### PROBLEM
Across the records that follow, give the number of lines containing the word "raise" and nothing else.
*** SUPPLIED DATA Section Begins ***
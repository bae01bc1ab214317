"""Ensemble forecast statistics: daily quantiles and alert-level exceedance probabilities.

The forecast is the analysis ensemble run forward through the model
(``assimilation.integrate.simulate``); the probability of reaching a level
on a day is the fraction of members whose value reaches it at any saved time
of that day (the ensemble's relative frequency, the usual estimator of an
event probability from an ensemble; Leutbecher & Palmer 2008, J. Comput.
Phys. 227:3515).
"""

from __future__ import annotations

from dataclasses import dataclass

import numpy as np

QUANTILES = (0.05, 0.25, 0.5, 0.75, 0.95)


@dataclass(frozen=True)
class DailyForecast:
    """Daily forecast statistics of one quantity per basin.

    ``day_end_d`` (K+1,): epoch day at which each forecast day ends (index 0
    is the analysis time itself). ``mean`` (K+1, B), ``quantiles`` (Q, K+1, B)
    for ``QUANTILES``; ``exceedance`` (K+1, B, L): probability of reaching
    each threshold on that day [-]; ``members`` (K+1, M, B): each member's
    daily mean, kept so that forecasts can be scored as ensembles (CRPS,
    rank histograms).
    """

    day_end_d: np.ndarray
    mean: np.ndarray
    quantiles: np.ndarray
    exceedance: np.ndarray
    members: np.ndarray
    horizon_exceedance: np.ndarray | None = None
    """(B, L): probability of reaching each threshold on any day 1..K — the fraction of members
    that do (not the largest daily probability, which is only a lower bound of it)."""


def daily_statistics(times_d: np.ndarray, values: np.ndarray, t0_d: float, horizon_days: int,
                     thresholds: np.ndarray | tuple[float, ...] = ()) -> DailyForecast:
    """Summarise a forecast trajectory day by day.

    times_d (S,) [epoch days], saved times including ``t0_d``; values (S, M, B)
    of one quantity (e.g. cyanobacteria chlorophyll-a [µg/L]); thresholds (L,)
    in the same unit. Day 0 is the snapshot at ``t0_d``; day k ≥ 1 covers
    (t0 + k − 1, t0 + k]: its mean and quantiles are of the members' daily
    means, its exceedance counts members whose daily maximum reaches the
    threshold.
    """
    times_d = np.asarray(times_d, dtype=float)
    values = np.asarray(values, dtype=float)
    thr = np.asarray(thresholds, dtype=float).reshape(-1)
    if values.ndim != 3 or values.shape[0] != times_d.shape[0]:
        raise ValueError(f"values must be (times, members, basins) matching times_d {times_d.shape}; got {values.shape}")
    eps = 1e-9
    k0 = np.flatnonzero(np.abs(times_d - t0_d) < 1e-6)
    if k0.size == 0:
        raise ValueError(f"times_d must include the analysis time t0_d = {t0_d}")
    days = [values[k0[0]][None]]
    for k in range(1, horizon_days + 1):
        inside = (times_d > t0_d + k - 1 + eps) & (times_d <= t0_d + k + eps)
        if not inside.any():
            raise ValueError(f"no saved time inside forecast day {k}")
        days.append(values[inside])
    mean_per_member = np.stack([d.mean(axis=0) for d in days])   # (K+1, M, B)
    max_per_member = np.stack([d.max(axis=0) for d in days])     # (K+1, M, B)
    exceed = (max_per_member[..., None] >= thr).mean(axis=1)     # (K+1, B, L)
    return DailyForecast(
        day_end_d=t0_d + np.arange(horizon_days + 1, dtype=float),
        mean=mean_per_member.mean(axis=1),
        quantiles=np.quantile(mean_per_member, QUANTILES, axis=1),
        exceedance=exceed,
        members=mean_per_member,
        horizon_exceedance=(max_per_member[1:].max(axis=0)[..., None] >= thr).mean(axis=0),
    )


def member_statistics(day_end_d: np.ndarray, members: np.ndarray,
                      thresholds: np.ndarray | tuple[float, ...] = ()) -> DailyForecast:
    """Daily statistics of members that are daily means already, ``members`` (K+1, M, B) [unit of the
    thresholds]: mean, quantiles, the fraction of members reaching each threshold per day and on any
    day 1..K (members are trajectories, e.g. after ensemble copula coupling)."""
    members = np.asarray(members, dtype=float)
    thr = np.asarray(thresholds, dtype=float).reshape(-1)
    return DailyForecast(
        day_end_d=np.asarray(day_end_d, dtype=float),
        mean=members.mean(axis=1),
        quantiles=np.quantile(members, QUANTILES, axis=1),
        exceedance=(members[..., None] >= thr).mean(axis=1),
        members=members,
        horizon_exceedance=(members[1:].max(axis=0)[..., None] >= thr).mean(axis=0),
    )


def simulate_with_model_error(states: np.ndarray, spec, drivers, t0_d: float, horizon_days: int, *,
                              params: dict | None = None, log_sd_per_d: float = 0.0, floor_ugL: float = 1e-3,
                              seed=None) -> np.ndarray:
    """The ensemble run hourly to the horizon with stochastic model error, (24·K + 1, M, n_state) [µg/L].

    At the end of each forecast day every member's state is multiplied by a
    log-normal factor of sd ``log_sd_per_d`` [log units, one day], the
    model-error process the filter assumes between analyses (a random walk in
    log space; Evensen 2009, *Data Assimilation*, 2nd ed., ch. 4), so the
    forecast's spread grows as the filter's does. ``seed`` seeds the draws: two
    runs with the same seed (a what-if and the run without it) draw the same,
    and each member draws from its own stream, so the first m members of a run
    draw as the first m of a larger one. The saved state at each day's end is
    the state before that day's draw.
    """
    from assimilation import integrate, transform  # local: integrate imports this module's neighbours

    x, parts = np.asarray(states, dtype=float), []
    base = list(np.atleast_1d(seed)) if seed is not None else []
    streams = [np.random.default_rng([*base, m]) for m in range(x.shape[0])]
    for day in range(int(horizon_days)):
        save = t0_d + day + np.arange(0 if day == 0 else 1, 25) / 24.0
        part = integrate.simulate(x, spec, drivers, t0_d + day, save, params=params)
        parts.append(part)
        x = part[-1]
        if log_sd_per_d > 0:
            noise = np.stack([s.standard_normal(x.shape[1]) for s in streams])
            x = transform.from_log(transform.to_log(x, floor_ugL) + log_sd_per_d * noise)
    return np.concatenate(parts, axis=0)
*** SUPPLIED DATA Section Ends ***
### SOLUTION TO THIS PROBLEM
3